Please restate word for word the line holding "singleVia_H(height_m: number, diameter_m: number): number" and every following line through the end of the entries.

**MATERIAL PROVIDED**
——————

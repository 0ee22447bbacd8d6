import { describe, expect, it } from 'vitest';
import {
  COPPER_OHM_M,
  copperResistivity_ohmM,
  foilThickness_m,
  sheetResistance_ohm,
  skinDepth_m,
  stripResistance_ohm,
  surfaceResistance_ohm,
} from './copper';

const fault = (field: string) => expect.objectContaining({ name: 'EngineError', field });

describe('copper', () => {
  it('resists more when warm', () => {
    expect(copperResistivity_ohmM(20)).toBe(COPPER_OHM_M);
    expect(copperResistivity_ohmM(120) / COPPER_OHM_M).toBeCloseTo(1.393, 12);
    expect(copperResistivity_ohmM(-55)).toBeLessThan(COPPER_OHM_M);
  });

  it('carries current nearer its surface as 1/√f', () => {
    expect(skinDepth_m(4e6)).toBeCloseTo(skinDepth_m(1e6) / 2, 15);
    expect(surfaceResistance_ohm(1e8)).toBeCloseTo(COPPER_OHM_M / skinDepth_m(1e8), 15);
    expect(skinDepth_m(1e6, copperResistivity_ohmM(85))).toBeGreaterThan(skinDepth_m(1e6));
  });

  it('comes as foil by weight', () => {
    expect(foilThickness_m(2)).toBeCloseTo(2 * foilThickness_m(1), 18);
    expect(sheetResistance_ohm(foilThickness_m(1))).toBeCloseTo(5.06e-4, 6);
    expect(stripResistance_ohm(5e-4, 0.1, 1e-3)).toBeCloseTo(0.05, 14);
    expect(stripResistance_ohm(5e-4, 0, 1e-3)).toBe(0);
  });

  it('names what it refuses', () => {
    for (const bad of [0, -1, Number.NaN, Number.POSITIVE_INFINITY]) {
      expect(() => skinDepth_m(bad)).toThrow(fault('frequency_Hz'));
      expect(() => skinDepth_m(1e6, bad)).toThrow(fault('resistivity_ohmM'));
      expect(() => surfaceResistance_ohm(bad)).toThrow(fault('frequency_Hz'));
      expect(() => sheetResistance_ohm(bad)).toThrow(fault('thickness_m'));
      expect(() => foilThickness_m(bad)).toThrow(fault('ounces_perFt2'));
      expect(() => stripResistance_ohm(bad, 1, 1)).toThrow(fault('sheet_ohm'));
      expect(() => stripResistance_ohm(1, 1, bad)).toThrow(fault('width_m'));
    }
    expect(() => stripResistance_ohm(1, -1, 1)).toThrow(fault('length_m'));
    for (const bad of [-250, Number.NaN, Number.POSITIVE_INFINITY])
      expect(() => copperResistivity_ohmM(bad)).toThrow(fault('temperature_C'));
  });
});
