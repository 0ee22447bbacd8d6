import { EngineError } from '../errors';
import { finite } from './checks';
import type { CurvePoints } from './part-behaviour';

/**
 * A smooth curve through points that rises and falls only where they do: piecewise cubic with limited slopes, level beyond both
 * ends. Takes at least two points [x, y] with x rising and gives y(x) in the points' own units; throws EngineError naming
 * `field[i]`. Source: F. N. Fritsch, R. E. Carlson, SIAM J. Numer. Anal. 17(2) 238–246, 1980 (circle of radius 3).
 */
export function monotoneCubic(points: CurvePoints, field: string): (x: number) => number {
  if (points.length < 2) throw new EngineError(field, 'a curve needs at least two points');
  const x = points.map((point, i) => finite(`${field}[${i}]`, point[0]));
  const y = points.map((point, i) => finite(`${field}[${i}]`, point[1]));
  for (let i = 1; i < x.length; i++)
    if (!(x[i] > x[i - 1])) throw new EngineError(`${field}[${i}]`, 'must rise from point to point');
  const slope = limitedSlopes(x, y);
  const last = x.length - 1;
  return (at) => {
    if (Number.isNaN(at)) throw new EngineError(field, 'is asked for at a place that is not a number');
    if (at <= x[0]) return y[0];
    if (at >= x[last]) return y[last];
    let i = 0;
    while (at >= x[i + 1]) i++;
    const h = x[i + 1] - x[i];
    const t = (at - x[i]) / h;
    const s = 1 - t;
    // Cubic Hermite basis, written so that the two weights of y add up to 1 exactly where both y are alike.
    const value =
      y[i] + (y[i + 1] - y[i]) * t * t * (3 - 2 * t) + h * t * s * (s * slope[i] - t * slope[i + 1]);
    // The limited slopes keep the curve between its neighbours; rounding must not take it out again.
    return Math.min(Math.max(value, Math.min(y[i], y[i + 1])), Math.max(y[i], y[i + 1]));
  };
}

/** Slopes at the points, cut down until no piece overshoots. */
function limitedSlopes(x: readonly number[], y: readonly number[]): number[] {
  const pieces = x.length - 1;
  const secant = Array.from({ length: pieces }, (_, i) => (y[i + 1] - y[i]) / (x[i + 1] - x[i]));
  const slope = x.map((_, i) => {
    if (i === 0) return secant[0];
    if (i === pieces) return secant[pieces - 1];
    return secant[i - 1] * secant[i] <= 0 ? 0 : (secant[i - 1] + secant[i]) / 2;
  });
  for (let i = 0; i < pieces; i++) {
    if (secant[i] === 0) {
      slope[i] = 0;
      slope[i + 1] = 0;
      continue;
    }
    const length = Math.hypot(slope[i] / secant[i], slope[i + 1] / secant[i]);
    if (length > 3) {
      slope[i] *= 3 / length;
      slope[i + 1] *= 3 / length;
    }
  }
  return slope;
}
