import { EngineError } from '../errors';
import { positive } from './checks';

/** One layer of a board; a board's layers are listed from the top side down. */
export type StackLayer =
  | {
      readonly kind: 'copper';
      readonly name: string;
      readonly thickness_m: number;
      readonly use: 'signal' | 'plane';
    }
  | {
      readonly kind: 'dielectric';
      readonly name: string;
      readonly thickness_m: number;
      readonly relative_permittivity: number;
    };

/** Metres between two layers, themselves left out; 0 for neighbours and for a layer and itself. Throws EngineError for a thickness of zero or less. */
export const heightBetween = (layers: readonly StackLayer[], from: number, to: number): number =>
  layers
    .slice(from + 1, to)
    .reduce((sum, layer) => sum + positive(`layers[${layer.name}].thickness_m`, layer.thickness_m), 0);

/**
 * What lies between two plates, as one dielectric: its height in metres and the permittivity of its layers in series, h/Σ(hᵢ/εᵢ).
 * Throws EngineError when nothing lies there or a layer's numbers cannot be. Source: capacitors in series.
 */
export function platesBetween(
  layers: readonly StackLayer[],
  upper: number,
  lower: number,
): { spacing_m: number; relative_permittivity: number } {
  const spacing_m = heightBetween(layers, upper, lower);
  if (!(spacing_m > 0)) throw new EngineError('lowerName', 'the planes touch: no dielectric lies between');
  const inverse = layers.slice(upper + 1, lower).reduce((sum, layer) => {
    if (layer.kind !== 'dielectric') return sum;
    return (
      sum +
      layer.thickness_m / positive(`layers[${layer.name}].relative_permittivity`, layer.relative_permittivity)
    );
  }, 0);
  return { spacing_m, relative_permittivity: spacing_m / inverse };
}
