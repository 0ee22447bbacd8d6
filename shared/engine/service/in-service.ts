import { EngineError } from '../errors';
import { ageingEstimate } from './ageing';
import { BASIS } from './basis';
import { biasFactor } from './bias';
import { notNegative } from './checks';
import { familyOf } from './family';
import { type End, parasiticFactor, USUAL_ESL_PERCENT, USUAL_ESR_PERCENT } from './parasitics';
import type { Estimate, PartBehaviour } from './part-behaviour';
import { temperatureFactor } from './temperature';
import { toleranceFactors } from './tolerance';

/** Where a part is looked at: DC volts across it, °C, hours since it was soldered, and which end of each tolerance. */
export interface ServiceState {
  voltage_V: number;
  temperature_C: number;
  age_h: number;
  capacitance: End;
  esr: End;
  esl: End;
}

export interface ServiceFactor extends Estimate {
  kind: 'bias' | 'temperature' | 'ageing' | 'tolerance';
}

export interface ServiceValues {
  capacitance_F: number;
  esr_ohm: number;
  esl_H: number;
  /** Value in service ÷ catalogue value. */
  capacitance_factor: number;
  esr_factor: number;
  esl_factor: number;
  /** What makes the capacitance's factor: bias, temperature, ageing, tolerance, in this order. */
  factors: ServiceFactor[];
  /** True when any of the three values rests on an estimate. */
  estimated: boolean;
}

/**
 * A part's values in service: C = C_catalogue · k_bias · k_temperature · k_ageing · k_tolerance, ESR and ESL by their own
 * tolerances. The low and high ends of the capacitance take the ends of the tolerance and of the temperature's band together.
 * Throws EngineError naming the field: negative, missing or infinite numbers, voltage above the rating, a letter that does not
 * go with the value, and a capacitance of which nothing is left ('capacitance_F').
 */
export function inService(part: PartBehaviour, state: ServiceState): ServiceValues {
  if (!(notNegative('capacitance_F', part.capacitance_F) > 0))
    throw new EngineError('capacitance_F', 'must be above zero');
  notNegative('esr_ohm', part.esr_ohm);
  notNegative('esl_H', part.esl_H);
  const { factor, low, high, estimated, basis } = temperatureFactor(part, state.temperature_C);
  const temperature = { low, nominal: factor, high }[state.capacitance];
  const factors: ServiceFactor[] = [
    { kind: 'bias', ...biasFactor(part, state.voltage_V) },
    { kind: 'temperature', factor: temperature, estimated, basis },
    { kind: 'ageing', ...ageingEstimate(part, state.age_h) },
    { kind: 'tolerance', ...toleranceAt(part, state.capacitance) },
  ];
  const capacitance_factor = factors.reduce((product, one) => product * one.factor, 1);
  const capacitance_F = part.capacitance_F * capacitance_factor;
  if (!(capacitance_F > 0) || !Number.isFinite(capacitance_F))
    throw new EngineError('capacitance_F', 'nothing of it is left in service');
  const isBare = familyOf(part).kind === 'bare';
  const esr = parasiticFactor('esr_tolerance_percent', part.esr_tolerance_percent, state.esr, {
    usual: isBare ? 0 : USUAL_ESR_PERCENT,
  });
  const esl = parasiticFactor('esl_tolerance_percent', part.esl_tolerance_percent, state.esl, {
    usual: isBare ? 0 : USUAL_ESL_PERCENT,
  });
  return {
    capacitance_F,
    esr_ohm: part.esr_ohm * esr.factor,
    esl_H: part.esl_H * esl.factor,
    capacitance_factor,
    esr_factor: esr.factor,
    esl_factor: esl.factor,
    factors,
    estimated: esr.estimated || esl.estimated || factors.some((one) => one.estimated),
  };
}

/** Without a letter nothing is known; for anything but a bare part that makes its ends an estimate. */
function toleranceAt(part: PartBehaviour, end: End): Estimate {
  if (part.tolerance === undefined) {
    const estimated = end !== 'nominal' && familyOf(part).kind !== 'bare';
    return { factor: 1, estimated, basis: BASIS.noTolerance };
  }
  const { low, high } = toleranceFactors(part.tolerance, part.capacitance_F);
  const letter = part.tolerance.trim().toUpperCase();
  return { factor: { low, nominal: 1, high }[end], estimated: false, basis: BASIS.letter(letter, end) };
}
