/** Longer side of a chip by its code, mm: the inch code, and the metric one with M behind it (KEMET, Samsung and case-size lists). */
const LENGTH_MM = new Map<string, number>(
  (
    [
      ['01005', '0402M', 0.4],
      ['0201', '0603M', 0.6],
      ['0402', '1005M', 1.0],
      ['0603', '1608M', 1.6],
      ['0805', '2012M', 2.0],
      ['1206', '3216M', 3.2],
      ['1210', '3225M', 3.2],
      ['1808', '4520M', 4.5],
      ['1812', '4532M', 4.5],
      ['1825', '4564M', 6.4],
      ['2220', '5750M', 5.7],
      ['2225', '5664M', 6.4],
      ['0306', '0816M', 1.6],
      ['0508', '1220M', 2.0],
      ['0612', '1632M', 3.2],
    ] as const
  ).flatMap(([inch, metric, length]): [string, number][] => [
    [inch, length],
    [metric, length],
  ]),
);

/** Longer side of a chip case in mm, or null for a code that is not known. Four digits alone are read as inch. */
export const caseLength_mm = (code: string | undefined): number | null =>
  LENGTH_MM.get(code?.trim().toUpperCase() ?? '') ?? null;
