import { MU0_H_PER_M } from '../constants';
import { EngineError } from '../errors';
import { notNegative, positive } from './checks';

/** Annealed copper at 20 °C: 58 MS/m (IEC 60028, 1925), and its rise per kelvin. */
export const COPPER_OHM_M = 1 / 58e6;
export const COPPER_PER_K = 0.00393;
/** Density of copper, kg/m³ (handbook). */
const COPPER_KG_PER_M3 = 8960;
const OUNCE_KG = 0.028349523125;
const FOOT_M = 0.3048;

/** Resistivity of copper in ohm metre at a temperature in °C: ρ₂₀·(1 + α(T − 20)), linear (IEC 60028). EngineError below −200 °C, where it no longer holds. */
export function copperResistivity_ohmM(temperature_C: number): number {
  if (!(temperature_C >= -200) || !Number.isFinite(temperature_C))
    throw new EngineError('temperature_C', 'must be a temperature of at least −200 °C');
  return COPPER_OHM_M * (1 + COPPER_PER_K * (temperature_C - 20));
}

/** Depth in metres at which the current has fallen to 1/e: √(ρ/(πfμ₀)), hertz and ohm metre. EngineError for zero or less. */
export const skinDepth_m = (frequency_Hz: number, resistivity_ohmM = COPPER_OHM_M): number =>
  Math.sqrt(
    positive('resistivity_ohmM', resistivity_ohmM) /
      (Math.PI * positive('frequency_Hz', frequency_Hz) * MU0_H_PER_M),
  );

/** Resistance in ohm per square of a conductor many skin depths thick: ρ/δ = √(πfμ₀ρ). EngineError for zero or less. */
export const surfaceResistance_ohm = (frequency_Hz: number, resistivity_ohmM = COPPER_OHM_M): number =>
  resistivity_ohmM / skinDepth_m(frequency_Hz, resistivity_ohmM);

/** Direct-current resistance of a foil in ohm per square: ρ/t, thickness in metres. EngineError for zero or less. */
export const sheetResistance_ohm = (thickness_m: number, resistivity_ohmM = COPPER_OHM_M): number =>
  positive('resistivity_ohmM', resistivity_ohmM) / positive('thickness_m', thickness_m);

/** Resistance in ohm of a strip: ohms per square × length/width, metres. EngineError for a width or sheet of zero or less. */
export const stripResistance_ohm = (sheet_ohm: number, length_m: number, width_m: number): number =>
  (positive('sheet_ohm', sheet_ohm) * notNegative('length_m', length_m)) / positive('width_m', width_m);

/** Thickness in metres of copper foil of a weight in ounces a square foot: 1 oz is 34.1 µm. EngineError for zero or less. */
export const foilThickness_m = (ounces_perFt2: number): number =>
  (positive('ounces_perFt2', ounces_perFt2) * OUNCE_KG) / (FOOT_M * FOOT_M * COPPER_KG_PER_M3);
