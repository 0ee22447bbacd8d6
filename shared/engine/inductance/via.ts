import { MU0_H_PER_M } from '../constants';
import { EngineError } from '../errors';
import { notNegative, positive, wholeCount } from './checks';

/** Two centres so close that the barrels touch have no loop between them. */
function apart(spacing_m: number, diameter_m: number): number {
  positive('diameter_m', diameter_m);
  if (!(positive('spacing_m', spacing_m) > diameter_m))
    throw new EngineError('spacing_m', 'must be wider than the diameter');
  return spacing_m / diameter_m;
}

/**
 * Partial inductance of one via alone, henry: (μ₀h/2π)·(ln(4h/d) + 1), with height h and diameter d in metres; the textbook's
 * 5.08 h[ln(4h/d) + 1] nH with h in inch. Without its return path this is a rule of thumb, kept as a check. Throws EngineError
 * for sizes of zero or less and for a via so flat that the formula goes negative.
 * Source: H. Johnson, M. Graham, High-Speed Digital Design, 1993, sec. 7.3.
 */
export function singleVia_H(height_m: number, diameter_m: number): number {
  positive('height_m', height_m);
  const shape = Math.log((4 * height_m) / positive('diameter_m', diameter_m)) + 1;
  if (!(shape > 0)) throw new EngineError('height_m', 'is too small beside the diameter for this formula');
  return ((MU0_H_PER_M * height_m) / (2 * Math.PI)) * shape;
}

/**
 * Loop of two vias with opposite currents, henry: (μ₀h/π)·acosh(s/d), with height h, centre spacing s and diameter d in metres.
 * Exact for long round wires with the current on their surface, crowding towards each other included.
 * Throws EngineError for sizes of zero or less and for a spacing not above the diameter. Source: two-wire line (textbook).
 */
export function viaPair_H(height_m: number, spacing_m: number, diameter_m: number): number {
  return (
    ((MU0_H_PER_M * positive('height_m', height_m)) / Math.PI) * Math.acosh(apart(spacing_m, diameter_m))
  );
}

/** The same with thin wires: (μ₀h/π)·ln(2s/d), within 0.1 % of `viaPair_H` from s = 10 d on, higher when closer. Source: as there. */
export function viaPairLog_H(height_m: number, spacing_m: number, diameter_m: number): number {
  const ratio = apart(spacing_m, diameter_m);
  return ((MU0_H_PER_M * positive('height_m', height_m)) / Math.PI) * Math.log(2 * ratio);
}

/**
 * n equal via pairs in parallel, henry: L·(1 + (n − 1)k)/n, where each pair has L = `pair_H` alone and a mutual inductance of
 * k·L with every other. k = 0: they do not feel each other; k = 1: more pairs do not help. Throws EngineError for a negative L,
 * a count that is not whole, k outside 0 … 1. Source: n coupled inductors sharing the current evenly.
 */
export function parallelPairs_H(pair_H: number, pairs: number, coupling: number): number {
  notNegative('pair_H', pair_H);
  wholeCount('pairs', pairs);
  if (notNegative('coupling', coupling) > 1) throw new EngineError('coupling', 'must be at most 1');
  return (pair_H * (1 + (pairs - 1) * coupling)) / pairs;
}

——————

**RESULT OF THE TASK**
export function singleVia_H(height_m: number, diameter_m: number): number {
  positive('height_m', height_m);
  const shape = Math.log((4 * height_m) / positive('diameter_m', diameter_m)) + 1;
  if (!(shape > 0)) throw new EngineError('height_m', 'is too small beside the diameter for this formula');
  return ((MU0_H_PER_M * height_m) / (2 * Math.PI)) * shape;
}

/**
 * Loop of two vias with opposite currents, henry: (μ₀h/π)·acosh(s/d), with height h, centre spacing s and diameter d in metres.
 * Exact for long round wires with the current on their surface, crowding towards each other included.
 * Throws EngineError for sizes of zero or less and for a spacing not above the diameter. Source: two-wire line (textbook).
 */
export function viaPair_H(height_m: number, spacing_m: number, diameter_m: number): number {
  return (
    ((MU0_H_PER_M * positive('height_m', height_m)) / Math.PI) * Math.acosh(apart(spacing_m, diameter_m))
  );
}

/** The same with thin wires: (μ₀h/π)·ln(2s/d), within 0.1 % of `viaPair_H` from s = 10 d on, higher when closer. Source: as there. */
export function viaPairLog_H(height_m: number, spacing_m: number, diameter_m: number): number {
  const ratio = apart(spacing_m, diameter_m);
  return ((MU0_H_PER_M * positive('height_m', height_m)) / Math.PI) * Math.log(2 * ratio);
}

/**
 * n equal via pairs in parallel, henry: L·(1 + (n − 1)k)/n, where each pair has L = `pair_H` alone and a mutual inductance of
 * k·L with every other. k = 0: they do not feel each other; k = 1: more pairs do not help. Throws EngineError for a negative L,
 * a count that is not whole, k outside 0 … 1. Source: n coupled inductors sharing the current evenly.
 */
export function parallelPairs_H(pair_H: number, pairs: number, coupling: number): number {
  notNegative('pair_H', pair_H);
  wholeCount('pairs', pairs);
  if (notNegative('coupling', coupling) > 1) throw new EngineError('coupling', 'must be at most 1');
  return (pair_H * (1 + (pairs - 1) * coupling)) / pairs;
}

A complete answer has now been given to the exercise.